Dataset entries
++++++++

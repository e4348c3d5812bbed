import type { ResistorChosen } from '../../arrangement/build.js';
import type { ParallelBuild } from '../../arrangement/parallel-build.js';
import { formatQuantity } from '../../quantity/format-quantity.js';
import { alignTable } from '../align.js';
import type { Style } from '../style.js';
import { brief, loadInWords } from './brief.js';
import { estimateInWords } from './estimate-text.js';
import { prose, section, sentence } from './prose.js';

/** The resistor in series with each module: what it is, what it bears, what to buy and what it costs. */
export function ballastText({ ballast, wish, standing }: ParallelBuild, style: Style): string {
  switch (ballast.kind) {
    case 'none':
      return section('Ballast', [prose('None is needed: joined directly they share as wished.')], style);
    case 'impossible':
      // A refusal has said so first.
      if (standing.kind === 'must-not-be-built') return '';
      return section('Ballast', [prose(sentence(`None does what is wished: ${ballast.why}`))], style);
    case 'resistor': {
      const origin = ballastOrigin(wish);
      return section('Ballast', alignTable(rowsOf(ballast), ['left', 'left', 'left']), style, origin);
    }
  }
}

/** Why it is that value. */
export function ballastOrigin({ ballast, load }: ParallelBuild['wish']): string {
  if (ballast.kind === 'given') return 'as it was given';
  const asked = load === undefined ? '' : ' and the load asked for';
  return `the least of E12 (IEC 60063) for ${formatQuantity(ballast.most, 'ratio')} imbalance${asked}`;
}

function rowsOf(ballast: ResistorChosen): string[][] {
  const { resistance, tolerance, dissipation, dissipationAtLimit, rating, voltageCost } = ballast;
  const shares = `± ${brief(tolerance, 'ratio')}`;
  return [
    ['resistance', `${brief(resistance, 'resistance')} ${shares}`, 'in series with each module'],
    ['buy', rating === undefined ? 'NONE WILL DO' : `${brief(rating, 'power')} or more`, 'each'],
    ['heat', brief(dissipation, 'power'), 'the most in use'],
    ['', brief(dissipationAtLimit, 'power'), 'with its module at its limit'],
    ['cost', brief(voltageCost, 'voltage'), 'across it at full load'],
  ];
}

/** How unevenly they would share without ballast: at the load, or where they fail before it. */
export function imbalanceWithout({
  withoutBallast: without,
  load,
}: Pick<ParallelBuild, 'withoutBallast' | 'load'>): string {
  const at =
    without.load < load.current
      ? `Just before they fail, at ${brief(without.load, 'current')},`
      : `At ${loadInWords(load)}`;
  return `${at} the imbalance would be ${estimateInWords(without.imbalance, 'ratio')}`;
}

++++++++

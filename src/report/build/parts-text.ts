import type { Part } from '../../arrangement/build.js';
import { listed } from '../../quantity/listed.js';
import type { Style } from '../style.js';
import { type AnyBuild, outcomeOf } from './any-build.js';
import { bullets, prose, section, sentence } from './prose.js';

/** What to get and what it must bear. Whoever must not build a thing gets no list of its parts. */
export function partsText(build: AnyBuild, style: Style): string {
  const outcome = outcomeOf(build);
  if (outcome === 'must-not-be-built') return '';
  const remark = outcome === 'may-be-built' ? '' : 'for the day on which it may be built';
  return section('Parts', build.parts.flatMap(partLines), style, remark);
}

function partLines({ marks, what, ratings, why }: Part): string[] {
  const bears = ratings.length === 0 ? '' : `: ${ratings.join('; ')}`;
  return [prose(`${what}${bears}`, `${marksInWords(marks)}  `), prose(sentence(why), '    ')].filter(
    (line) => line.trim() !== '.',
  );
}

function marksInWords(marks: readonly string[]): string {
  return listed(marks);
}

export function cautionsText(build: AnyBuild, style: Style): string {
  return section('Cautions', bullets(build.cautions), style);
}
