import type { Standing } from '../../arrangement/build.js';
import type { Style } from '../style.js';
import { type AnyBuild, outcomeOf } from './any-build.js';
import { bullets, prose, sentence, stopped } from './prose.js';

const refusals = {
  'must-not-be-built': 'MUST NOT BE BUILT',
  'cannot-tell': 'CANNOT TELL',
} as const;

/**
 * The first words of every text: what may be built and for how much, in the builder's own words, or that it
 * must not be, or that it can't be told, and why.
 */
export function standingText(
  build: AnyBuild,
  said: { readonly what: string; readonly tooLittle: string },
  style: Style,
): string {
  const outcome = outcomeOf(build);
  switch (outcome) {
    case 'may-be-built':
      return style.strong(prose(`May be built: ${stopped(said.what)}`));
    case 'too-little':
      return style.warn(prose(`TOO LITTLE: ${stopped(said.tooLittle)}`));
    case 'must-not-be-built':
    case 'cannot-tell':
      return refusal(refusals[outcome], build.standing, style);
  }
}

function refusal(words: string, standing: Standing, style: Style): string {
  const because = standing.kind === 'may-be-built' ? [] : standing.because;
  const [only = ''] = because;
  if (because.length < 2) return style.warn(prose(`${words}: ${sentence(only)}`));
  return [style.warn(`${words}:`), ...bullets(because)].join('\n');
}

++++++++

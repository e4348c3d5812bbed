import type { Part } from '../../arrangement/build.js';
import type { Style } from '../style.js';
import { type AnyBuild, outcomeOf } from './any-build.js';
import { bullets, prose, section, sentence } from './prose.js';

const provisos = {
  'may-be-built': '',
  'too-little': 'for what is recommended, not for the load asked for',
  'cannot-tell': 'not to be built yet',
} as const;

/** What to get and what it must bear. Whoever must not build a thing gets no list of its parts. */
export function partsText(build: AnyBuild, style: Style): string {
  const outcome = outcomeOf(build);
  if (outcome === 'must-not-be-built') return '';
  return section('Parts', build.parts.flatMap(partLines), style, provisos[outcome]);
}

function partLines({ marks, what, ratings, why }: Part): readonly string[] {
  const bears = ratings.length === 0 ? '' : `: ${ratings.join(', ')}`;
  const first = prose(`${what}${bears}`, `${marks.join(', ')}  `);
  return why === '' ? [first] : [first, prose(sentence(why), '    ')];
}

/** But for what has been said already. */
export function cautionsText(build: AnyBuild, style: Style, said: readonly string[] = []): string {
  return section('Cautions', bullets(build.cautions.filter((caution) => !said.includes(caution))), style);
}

++++++++

-- TO DO --
Tell how many lines of the records above contain "shares", replying with the number only.

-- ANSWER BOX --
2